# Material for this exercise
:::
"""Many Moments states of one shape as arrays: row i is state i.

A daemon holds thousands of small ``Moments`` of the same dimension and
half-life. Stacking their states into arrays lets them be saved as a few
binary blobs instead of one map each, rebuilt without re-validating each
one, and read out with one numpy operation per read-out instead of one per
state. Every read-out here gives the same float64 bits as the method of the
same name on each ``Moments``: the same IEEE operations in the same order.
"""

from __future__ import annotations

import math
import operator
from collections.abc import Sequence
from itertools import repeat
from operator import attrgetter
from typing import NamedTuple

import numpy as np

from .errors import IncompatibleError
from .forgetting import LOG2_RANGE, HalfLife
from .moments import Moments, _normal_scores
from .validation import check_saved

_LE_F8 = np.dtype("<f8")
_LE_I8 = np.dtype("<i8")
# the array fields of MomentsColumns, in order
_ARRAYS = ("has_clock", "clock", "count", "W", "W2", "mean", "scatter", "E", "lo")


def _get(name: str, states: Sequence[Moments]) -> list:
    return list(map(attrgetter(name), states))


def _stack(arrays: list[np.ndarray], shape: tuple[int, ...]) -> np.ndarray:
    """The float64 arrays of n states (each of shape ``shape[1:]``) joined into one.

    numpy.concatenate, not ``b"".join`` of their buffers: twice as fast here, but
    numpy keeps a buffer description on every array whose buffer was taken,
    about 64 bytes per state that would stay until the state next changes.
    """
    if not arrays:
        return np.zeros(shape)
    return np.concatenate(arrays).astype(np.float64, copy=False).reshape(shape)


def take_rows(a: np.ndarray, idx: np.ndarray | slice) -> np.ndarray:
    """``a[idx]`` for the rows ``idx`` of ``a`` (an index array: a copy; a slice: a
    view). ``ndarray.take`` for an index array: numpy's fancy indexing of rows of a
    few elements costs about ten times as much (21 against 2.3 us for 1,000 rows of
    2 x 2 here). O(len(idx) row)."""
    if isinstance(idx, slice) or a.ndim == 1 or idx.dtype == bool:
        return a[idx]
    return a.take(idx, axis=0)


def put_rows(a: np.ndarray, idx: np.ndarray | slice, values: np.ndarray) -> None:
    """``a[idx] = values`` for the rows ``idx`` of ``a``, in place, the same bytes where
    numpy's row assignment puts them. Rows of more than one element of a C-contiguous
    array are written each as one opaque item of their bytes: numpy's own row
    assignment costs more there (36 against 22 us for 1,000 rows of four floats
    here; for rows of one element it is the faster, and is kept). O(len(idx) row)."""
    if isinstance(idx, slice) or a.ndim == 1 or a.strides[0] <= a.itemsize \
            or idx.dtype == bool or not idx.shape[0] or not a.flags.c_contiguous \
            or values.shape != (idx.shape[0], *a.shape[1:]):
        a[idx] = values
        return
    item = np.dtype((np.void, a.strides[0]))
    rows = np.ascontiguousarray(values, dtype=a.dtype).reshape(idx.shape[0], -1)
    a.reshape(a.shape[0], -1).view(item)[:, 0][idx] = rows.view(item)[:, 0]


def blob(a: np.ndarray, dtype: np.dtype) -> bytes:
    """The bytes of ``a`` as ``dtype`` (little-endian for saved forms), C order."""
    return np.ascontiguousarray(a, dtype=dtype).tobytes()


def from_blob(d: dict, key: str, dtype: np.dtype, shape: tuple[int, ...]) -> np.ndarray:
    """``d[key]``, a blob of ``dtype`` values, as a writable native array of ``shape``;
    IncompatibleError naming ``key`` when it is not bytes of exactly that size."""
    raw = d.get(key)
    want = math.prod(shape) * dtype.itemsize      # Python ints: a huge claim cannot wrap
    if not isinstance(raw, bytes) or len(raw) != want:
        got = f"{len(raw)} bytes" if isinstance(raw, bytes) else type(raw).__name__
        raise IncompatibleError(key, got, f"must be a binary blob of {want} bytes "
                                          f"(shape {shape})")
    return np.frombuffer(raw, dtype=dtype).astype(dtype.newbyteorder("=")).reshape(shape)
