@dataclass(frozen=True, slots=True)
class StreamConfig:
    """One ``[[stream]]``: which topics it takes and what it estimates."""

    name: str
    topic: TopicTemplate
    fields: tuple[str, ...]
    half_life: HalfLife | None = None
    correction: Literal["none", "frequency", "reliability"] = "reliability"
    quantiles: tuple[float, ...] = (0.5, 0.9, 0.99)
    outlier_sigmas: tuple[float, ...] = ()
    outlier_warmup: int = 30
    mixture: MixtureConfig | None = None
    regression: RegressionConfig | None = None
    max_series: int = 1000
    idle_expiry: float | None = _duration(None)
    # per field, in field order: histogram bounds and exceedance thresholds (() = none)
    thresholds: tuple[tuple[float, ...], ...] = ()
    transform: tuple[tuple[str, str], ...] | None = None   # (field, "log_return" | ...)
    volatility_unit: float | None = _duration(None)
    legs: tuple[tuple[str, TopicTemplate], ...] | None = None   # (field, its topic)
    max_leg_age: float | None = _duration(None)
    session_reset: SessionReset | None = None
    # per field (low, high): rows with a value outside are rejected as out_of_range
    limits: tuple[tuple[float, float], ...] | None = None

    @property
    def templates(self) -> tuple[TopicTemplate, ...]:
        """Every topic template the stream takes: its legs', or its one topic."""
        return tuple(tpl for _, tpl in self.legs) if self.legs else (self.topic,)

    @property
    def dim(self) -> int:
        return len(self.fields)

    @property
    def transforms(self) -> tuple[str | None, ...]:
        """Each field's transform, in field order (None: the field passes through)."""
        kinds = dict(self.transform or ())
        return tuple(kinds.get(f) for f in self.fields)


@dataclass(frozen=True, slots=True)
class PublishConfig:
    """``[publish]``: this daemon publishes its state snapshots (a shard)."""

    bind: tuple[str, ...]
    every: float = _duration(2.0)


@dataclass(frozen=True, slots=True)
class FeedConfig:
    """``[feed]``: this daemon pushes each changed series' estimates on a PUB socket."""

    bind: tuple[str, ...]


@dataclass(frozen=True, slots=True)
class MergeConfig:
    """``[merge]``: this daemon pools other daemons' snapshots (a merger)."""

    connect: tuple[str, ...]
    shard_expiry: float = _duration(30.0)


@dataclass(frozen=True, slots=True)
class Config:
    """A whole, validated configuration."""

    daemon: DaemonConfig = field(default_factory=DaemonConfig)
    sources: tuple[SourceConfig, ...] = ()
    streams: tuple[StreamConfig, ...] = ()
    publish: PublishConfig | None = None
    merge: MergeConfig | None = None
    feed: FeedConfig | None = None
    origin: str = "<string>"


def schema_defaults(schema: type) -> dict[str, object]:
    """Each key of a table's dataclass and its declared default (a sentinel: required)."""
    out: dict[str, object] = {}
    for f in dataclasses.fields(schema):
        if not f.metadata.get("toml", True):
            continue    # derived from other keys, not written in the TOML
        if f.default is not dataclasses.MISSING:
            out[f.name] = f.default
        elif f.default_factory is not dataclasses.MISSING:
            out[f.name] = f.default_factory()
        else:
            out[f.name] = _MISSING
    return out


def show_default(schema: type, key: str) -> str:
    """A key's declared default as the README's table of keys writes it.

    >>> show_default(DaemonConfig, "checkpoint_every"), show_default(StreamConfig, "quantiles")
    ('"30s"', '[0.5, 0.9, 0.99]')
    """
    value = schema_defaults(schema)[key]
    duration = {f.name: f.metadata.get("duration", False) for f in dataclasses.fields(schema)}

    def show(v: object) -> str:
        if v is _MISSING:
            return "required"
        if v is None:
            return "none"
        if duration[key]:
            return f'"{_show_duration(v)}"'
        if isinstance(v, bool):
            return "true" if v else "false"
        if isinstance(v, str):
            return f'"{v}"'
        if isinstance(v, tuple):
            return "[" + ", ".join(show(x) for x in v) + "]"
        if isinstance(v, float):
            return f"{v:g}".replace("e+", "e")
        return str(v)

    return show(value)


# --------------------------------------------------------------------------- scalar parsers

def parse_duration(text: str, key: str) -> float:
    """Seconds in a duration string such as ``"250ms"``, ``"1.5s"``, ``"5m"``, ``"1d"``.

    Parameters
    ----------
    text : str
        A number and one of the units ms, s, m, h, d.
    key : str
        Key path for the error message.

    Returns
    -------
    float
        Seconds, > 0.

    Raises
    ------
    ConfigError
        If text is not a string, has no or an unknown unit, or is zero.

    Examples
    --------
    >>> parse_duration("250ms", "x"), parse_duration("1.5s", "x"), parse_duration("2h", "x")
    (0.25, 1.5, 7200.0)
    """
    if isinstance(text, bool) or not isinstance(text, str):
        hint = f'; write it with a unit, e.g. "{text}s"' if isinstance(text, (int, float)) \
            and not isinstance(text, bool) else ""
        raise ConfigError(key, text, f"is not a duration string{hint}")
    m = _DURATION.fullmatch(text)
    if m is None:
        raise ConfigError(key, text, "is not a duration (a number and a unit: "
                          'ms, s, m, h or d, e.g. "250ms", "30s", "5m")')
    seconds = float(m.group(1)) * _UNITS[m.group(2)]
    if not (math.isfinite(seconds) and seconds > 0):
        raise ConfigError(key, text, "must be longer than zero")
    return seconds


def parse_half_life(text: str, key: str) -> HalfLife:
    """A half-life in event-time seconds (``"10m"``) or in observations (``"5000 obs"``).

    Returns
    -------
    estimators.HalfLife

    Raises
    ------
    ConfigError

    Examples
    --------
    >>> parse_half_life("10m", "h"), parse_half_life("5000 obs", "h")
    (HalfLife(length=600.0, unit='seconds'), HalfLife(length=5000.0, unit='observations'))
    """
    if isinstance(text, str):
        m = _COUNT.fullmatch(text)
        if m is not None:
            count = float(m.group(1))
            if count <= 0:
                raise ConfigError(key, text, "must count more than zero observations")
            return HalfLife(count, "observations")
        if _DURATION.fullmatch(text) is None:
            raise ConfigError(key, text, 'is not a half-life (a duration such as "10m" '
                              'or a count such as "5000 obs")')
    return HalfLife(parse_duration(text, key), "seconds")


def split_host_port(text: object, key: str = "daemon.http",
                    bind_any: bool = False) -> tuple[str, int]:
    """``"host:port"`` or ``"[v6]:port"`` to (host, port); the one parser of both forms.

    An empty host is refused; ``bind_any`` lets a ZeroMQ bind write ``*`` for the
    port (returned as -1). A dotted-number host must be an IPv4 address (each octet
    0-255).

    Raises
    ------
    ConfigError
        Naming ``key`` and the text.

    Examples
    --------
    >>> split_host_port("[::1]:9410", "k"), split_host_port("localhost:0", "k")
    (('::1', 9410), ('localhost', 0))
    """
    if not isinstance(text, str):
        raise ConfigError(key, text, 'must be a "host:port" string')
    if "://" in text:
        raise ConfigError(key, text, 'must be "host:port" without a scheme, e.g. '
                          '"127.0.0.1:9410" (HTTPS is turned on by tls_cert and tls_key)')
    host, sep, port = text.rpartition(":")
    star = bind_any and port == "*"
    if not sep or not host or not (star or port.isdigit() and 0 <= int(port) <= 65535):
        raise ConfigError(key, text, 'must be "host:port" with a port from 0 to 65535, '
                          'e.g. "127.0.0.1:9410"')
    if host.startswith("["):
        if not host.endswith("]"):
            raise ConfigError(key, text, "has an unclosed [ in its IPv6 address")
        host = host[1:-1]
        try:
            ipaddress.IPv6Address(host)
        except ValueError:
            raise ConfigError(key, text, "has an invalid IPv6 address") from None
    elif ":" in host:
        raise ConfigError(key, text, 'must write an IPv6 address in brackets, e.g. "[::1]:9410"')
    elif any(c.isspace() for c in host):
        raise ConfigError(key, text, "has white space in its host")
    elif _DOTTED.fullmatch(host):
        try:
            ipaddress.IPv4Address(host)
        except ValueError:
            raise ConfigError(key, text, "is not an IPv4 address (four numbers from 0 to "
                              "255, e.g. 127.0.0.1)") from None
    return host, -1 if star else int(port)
:::
# Exercise description
Nothing beyond the lines from the start of the entries through the line with "of rows of a" should appear. Repeat those lines exactly, both ends included.

# Solved exercise
"""Many Moments states of one shape as arrays: row i is state i.

A daemon holds thousands of small ``Moments`` of the same dimension and
half-life. Stacking their states into arrays lets them be saved as a few
binary blobs instead of one map each, rebuilt without re-validating each
one, and read out with one numpy operation per read-out instead of one per
state. Every read-out here gives the same float64 bits as the method of the
same name on each ``Moments``: the same IEEE operations in the same order.
"""

from __future__ import annotations

import math
import operator
from collections.abc import Sequence
from itertools import repeat
from operator import attrgetter
from typing import NamedTuple

import numpy as np

from .errors import IncompatibleError
from .forgetting import LOG2_RANGE, HalfLife
from .moments import Moments, _normal_scores
from .validation import check_saved

_LE_F8 = np.dtype("<f8")
_LE_I8 = np.dtype("<i8")
# the array fields of MomentsColumns, in order
_ARRAYS = ("has_clock", "clock", "count", "W", "W2", "mean", "scatter", "E", "lo")


def _get(name: str, states: Sequence[Moments]) -> list:
    return list(map(attrgetter(name), states))


def _stack(arrays: list[np.ndarray], shape: tuple[int, ...]) -> np.ndarray:
    """The float64 arrays of n states (each of shape ``shape[1:]``) joined into one.

    numpy.concatenate, not ``b"".join`` of their buffers: twice as fast here, but
    numpy keeps a buffer description on every array whose buffer was taken,
    about 64 bytes per state that would stay until the state next changes.
    """
    if not arrays:
        return np.zeros(shape)
    return np.concatenate(arrays).astype(np.float64, copy=False).reshape(shape)


def take_rows(a: np.ndarray, idx: np.ndarray | slice) -> np.ndarray:
    """``a[idx]`` for the rows ``idx`` of ``a`` (an index array: a copy; a slice: a
    view). ``ndarray.take`` for an index array: numpy's fancy indexing of rows of a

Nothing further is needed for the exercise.